I think its fair to say you're on a loser here ..... no one seems to play footie!


----------



## GoodBloke (Apr 4, 2008)

*Any astro turf football pitches in Ibiza ?*

It seems that way initially, but I've only just started really . . . .


----------



## lauraibz (Apr 21, 2008)

*ibiza footie*

you could try looking up the ibiza sun newspaper on the internet, its a free weekly rag on the island for brits, i know they play football reguaraly over here and they would oct would prob suit them all. 
Also ferrys to ibiza ans san antonio available from Denia, Valencia and BCN, but very expensive, clickair travel cheap to ibiza from BCN and also not sure of dates but easyjet running in the summer from MADto IBZ. hope this helps if not let me know and i will try to get a contact on footie team 4 u.
Laura


----------



## GoodBloke (Apr 4, 2008)

Many thanks Laura  As we're looking for things to be as cheap as possible, we may go clickair!!!! What's BCN ?

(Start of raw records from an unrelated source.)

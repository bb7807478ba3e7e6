import type { MachineState, Motion, Observer } from '../interpreter/events';
import type { Shop } from '../shop/shop';
import { isProgramMotion } from './mode-not-stated';

/** What has happened to the length offset since the tool now held was fetched. */
export interface LengthSinceChange {
  /** Whether an offset was applied, by the program or by the change. */
  readonly applied: boolean;
  /** Whether one was applied and then taken away again, by G49 or H0. */
  readonly cancelled: boolean;
  /** The number by which the held tool was called: its own, or that of its pocket. */
  readonly called: number;
}

/** Whether lengths on this machine come from the offset table at all. */
export function usesLengthTable(shop: Shop): boolean {
  const { lengthScheme } = shop.setup.controller;
  return lengthScheme !== 'none' && lengthScheme !== 'measured-in-macro';
}

/**
 * For the rules that ask whether the length in force is the right one: calls for every Z move in
 * program coordinates after a change to a tool. Moves by G53, G28 and G30 are gauge-point moves and
 * do not count.
 */
export function watchProgramZ(
  shop: Shop,
  judge: (motion: Motion, state: MachineState, since: LengthSinceChange) => void,
  isRight: (state: MachineState, since: LengthSinceChange) => boolean,
): Observer {
  const isAppliedByChange = shop.setup.controller.lengthOffset !== 'program';
  const since = { applied: false, cancelled: false, called: 0 };
  return {
    toolChanged(event) {
      since.applied = isAppliedByChange;
      since.cancelled = false;
      since.called = event.written;
    },
    lengthOffset(event) {
      const isOff = event.code === 'G49' || event.number === 0;
      if (!isOff) since.applied = true;
      since.cancelled = isOff && since.applied;
    },
    quiet(quiet, state) {
      if (state.changed && state.held.number && !isRight(state, since)) quiet.close();
    },
    motion(motion, state) {
      if (!state.changed || !isProgramMotion(motion)) return;
      if ((motion.named & NAMES_Z) === 0 && motion.fromZ === motion.toZ) return;
      if (state.held.number) judge(motion, state, since);
    },
  };
}

const NAMES_Z = 4;

/** Whether any length offset is in force; G43.1 has a value but no number. */
export function hasLength(state: MachineState): boolean {
  return state.lengthFrom === null ? state.lengthOffset !== 0 : state.lengthFrom !== 0;
}
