import { test } from 'vitest';
import { checkRule } from '../testing/check-rule';
import { nearTravel } from './near-travel';

const START = 'G21 G90 G17 G54\nT1 M6\nG43 H1';

test('notes a program coordinate within a millimetre of the end', () => {
  checkRule(
    nearTravel,
    {},
    `
${START}
G0 X1269.5 Y100
   ^^^^^^^ near-travel (note): Comes within 0.5 mm (0.0197 in) of the right-hand travel of X (1300 mm).
G0 X1268
M30
`,
  );
  checkRule(
    nearTravel,
    {},
    `
${START}
G0 X1270
   ^^^^^ near-travel (note): Comes within 0 mm (0 in) of the right-hand travel of X (1300 mm).
M30
`,
  );
});

test('allows machine coordinates, homes and the start of the program at the end of travel', () => {
  checkRule(
    nearTravel,
    {},
    `
G21 G90 G17 G54
G53 G0 Z0
T1 M6
G43 H1
G0 X100 Y100
G0 Z30
G28 G91 Z0
G90
G53 G0 X0 Y0
M30
`,
  );
});

test('leaves what is past the end to the stop', () => {
  checkRule(nearTravel, {}, `\n${START}\nG0 X1290\nG0 X100\nM30\n`);
});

If you can let me know here or by pm, ANY details at all, ANY contact details or locations of pitch's etc, it would be very much appreciated.

Is there just the one airport in Ibiza ?

GB


----------



## lauraibz (Apr 21, 2008)

Just the one airport, can more or less drive the whole island round the coast in a few hours, very small. " ferry ports. 
BCN- Barcelona
All the local toens have football pitches, its a big thing in spain so they all at it, as i said contact the ibiza sun, they might even run an advert for you asking for replys from those on ibiza


----------



## GoodBloke (Apr 4, 2008)

Many thanks Laura - have contacted the newspaper.

Yep, football's definitely big in Spain, we've been playing on the Costa Blanca, just south of Alicante, for just over 7 years


----------